Looking for a new slicer and would like anyone’s opinion on it. Looking for one that doesn’t break the bank but does a good job. Mainly using it for bacon.


----------



## SmokinEdge (Jan 30, 2021)

Something like the Chef’s Choice 615 is what a lot run with. They run 150ish.
When I upgraded I bought the LEM 10” professional style slicer. They cost money, but are a very nice investment.


----------



## DanMcG (Jan 30, 2021)

You might want to consider a used one.

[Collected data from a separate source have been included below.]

// Least-squares cylinders against null-space reference sets with known solutions (Forbes & Minh
// 2012, the construction of ISO 10360-6 test sets; tests/support/reference_data), degenerate
// sets, and the reported covariance against a Monte Carlo experiment (the law of propagation,
// JCGM 100:2008 GUM 5.1.2, checked by repetition as in JCGM 101:2008).
#include <catch2/catch.hpp>

#include <Eigen/Geometry>
#include <algorithm>
#include <cmath>
#include <cstring>
#include <string>
#include <vector>
#include <random>

#include "cylzone/core/errors.hpp"
#include "cylzone/fit/fit_circle.hpp"
#include "cylzone/fit/fit_cylinder.hpp"
#include "reference_data.hpp"

using namespace cylzone;
using namespace cylzone::testing;
using Catch::Matchers::Contains;

namespace {

struct CylinderCase {
  const char* name;
  Eigen::Vector3d point;
  double polar_deg, azimuth_deg;
  double radius, t0, t1;
  int levels, per_level;
  double arc_deg, amplitude;
};

// Agreement with the known cylinder: axis position over the points' extent, direction, radius.
void check_against(const CylinderFit& fit, const Axis& truth, double radius, double tolerance) {
  CHECK(angle_between_lines(fit.axis.direction, truth.direction) < tolerance);
  CHECK(axis_distance_over_extent(fit.axis, truth, fit.extent_min, fit.extent_max) < tolerance);
  CHECK(std::abs(fit.radius - radius) < tolerance);
}

// Reference angular coverage: libm angles about the true axis, sorted; 360 minus the largest gap.
double coverage_about(const Eigen::Matrix3Xd& points, const Axis& axis) {
  const Eigen::Vector3d w = axis.direction.normalized();
  const Eigen::Vector3d u = w.unitOrthogonal(), v = w.cross(u);
  std::vector<double> a;
  for (Eigen::Index i = 0; i < points.cols(); ++i) {
    const Eigen::Vector3d d = points.col(i) - axis.point;
    a.push_back(std::atan2(d.dot(v), d.dot(u)));
  }
  std::sort(a.begin(), a.end());
  const double two_pi = 2 * 3.14159265358979323846;
  double gap = a.front() + two_pi - a.back();
  for (std::size_t i = 1; i < a.size(); ++i) gap = std::max(gap, a[i] - a[i - 1]);
  return (two_pi - gap) * 360.0 / two_pi;
}

}  // namespace

TEST_CASE("least-squares cylinder reproduces null-space reference cylinders",
          "[cylinder][least_squares]") {
  const CylinderCase cases[] = {
      {"tilted bore off the origin", {35.0, -20.0, 12.0}, 18.0, 40.0, 10.0, -15.0, 25.0, 8, 36, 360.0, 0.004},
      {"short and wide", {-60.0, 10.0, 5.0}, 7.0, 250.0, 50.0, 0.0, 5.0, 3, 60, 360.0, 0.002},
      {"long and thin", {4.0, 4.0, -100.0}, 75.0, 15.0, 2.0, -100.0, 100.0, 20, 12, 360.0, 0.0005},
      {"half bore (180 degrees)", {10.0, 20.0, 30.0}, 30.0, -60.0, 15.0, 0.0, 40.0, 6, 30, 180.0, 0.002},
      {"120 degrees", {-5.0, 0.0, 8.0}, 50.0, 100.0, 12.0, 0.0, 30.0, 6, 30, 120.0, 0.001},
      {"90 degrees", {1.0, -2.0, 3.0}, 12.0, 300.0, 20.0, -10.0, 30.0, 8, 30, 90.0, 0.001},
      {"far from the origin", {2500.0, -1800.0, 3200.0}, 35.0, 160.0, 20.0, 0.0, 60.0, 10, 36, 360.0, 0.003},
      {"axis nearly along x", {0.0, 50.0, 50.0}, 89.5, 1.0, 6.0, 0.0, 30.0, 5, 24, 360.0, 0.001},
      {"axis pointing down (sign rule)", {7.0, 8.0, 9.0}, 165.0, 20.0, 9.0, 0.0, 20.0, 5, 24, 360.0, 0.002},
  };
  for (const CylinderCase& c : cases) {
    SECTION(c.name) {
      const Axis truth{c.point, direction_from_angles(c.polar_deg, c.azimuth_deg)};
      const ReferenceSet set = make_cylinder_reference(truth, c.radius, c.t0, c.t1, c.levels,
                                                       c.per_level, c.arc_deg, c.amplitude, 99);
      const CylinderFit fit = fit_cylinder_least_squares(set.points);
      check_against(fit, truth, c.radius, 1e-9);
      INFO(fit.summary.message);
      CHECK(fit.summary.status == FitStatus::converged);
      // Canonical form: unit direction toward +z, point = foot of the perpendicular from the
      // centroid, extent symmetric about it (equal point counts on evenly spaced levels).
      const Eigen::Vector3d centroid = set.points.rowwise().mean();
      CHECK(fit.axis.direction.norm() == Approx(1.0).margin(1e-15));
      CHECK(fit.axis.direction.z() > 0.0);
      CHECK(std::abs((centroid - fit.axis.point).dot(fit.axis.direction)) < 1e-9);
      CHECK(fit.extent_min == Approx(-(c.t1 - c.t0) / 2).margin(1e-9));
      CHECK(fit.extent_max == Approx((c.t1 - c.t0) / 2).margin(1e-9));
      // Residuals are the radial deviations, signed outward.
      CHECK((fit.residuals.values - set.deviations).cwiseAbs().maxCoeff() < 1e-9);
      CHECK(fit.residuals.form == Approx(set.deviations.maxCoeff() - set.deviations.minCoeff()).margin(1e-9));
      CHECK(fit.angular_coverage_deg == Approx(coverage_about(set.points, truth)).margin(1e-9));
      if (c.arc_deg < 179.0) CHECK(fit.summary.warnings.size() == 1);
      if (c.arc_deg > 181.0) CHECK(fit.summary.warnings.empty());
      REQUIRE(fit.covariance.matrix.rows() == 5);
      CHECK((fit.covariance.basis.col(2) - fit.axis.direction).norm() < 1e-15);
    }
  }
}

TEST_CASE("large clouds: screened starts, threaded passes, same answer",
          "[cylinder][least_squares]") {
  const Axis truth{{412.5, -237.25, 88.0}, direction_from_angles(6.9, 34.4)};
  SECTION("20,000 points (screened on a subsample)") {
    const ReferenceSet set = make_cylinder_reference(truth, 12.5, 0.0, 40.0, 40, 500, 360.0, 0.002, 5);
    const CylinderFit fit = fit_cylinder_least_squares(set.points);
    check_against(fit, truth, 12.5, 1e-9);
    CHECK_THAT(fit.summary.message, Contains("screened"));
  }
  SECTION("240,000 points (passes split over threads)") {
    const ReferenceSet set = make_cylinder_reference(truth, 12.5, 0.0, 40.0, 60, 4000, 360.0, 0.002, 6);
    const CylinderFit fit = fit_cylinder_least_squares(set.points);
    check_against(fit, truth, 12.5, 1e-9);
    CHECK((fit.residuals.values - set.deviations).cwiseAbs().maxCoeff() < 1e-9);
  }
}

It's not hard to find a nice commercial Hobart or Berkel for around $200. Check Craigslist or Marketplace, there is always something on there.


----------



## sandyut (Jan 30, 2021)

SmokinEdge said:


> Chef’s Choice 615 is what a lot run with


that's what I have.  works good!  they do go on sale...but I have been watching lately.  I am fair sure my wife bought mine just shy of $99, but that may have been around christmas.


----------



## indaswamp (Jan 30, 2021)

I just bought a KWS 10" 320watt slicer. This thing is a beast! I shaved a venison breasola 0.75mm first time using it. Perfect slices.


----------



## old sarge (Jan 30, 2021)

KWS has a good reputation for quality and longevity.  Best advice I can give is to research what others are using, maybe even a YouTube video or two and based upon you counter space or storage area, go from there.  And don't overlook the weight.


----------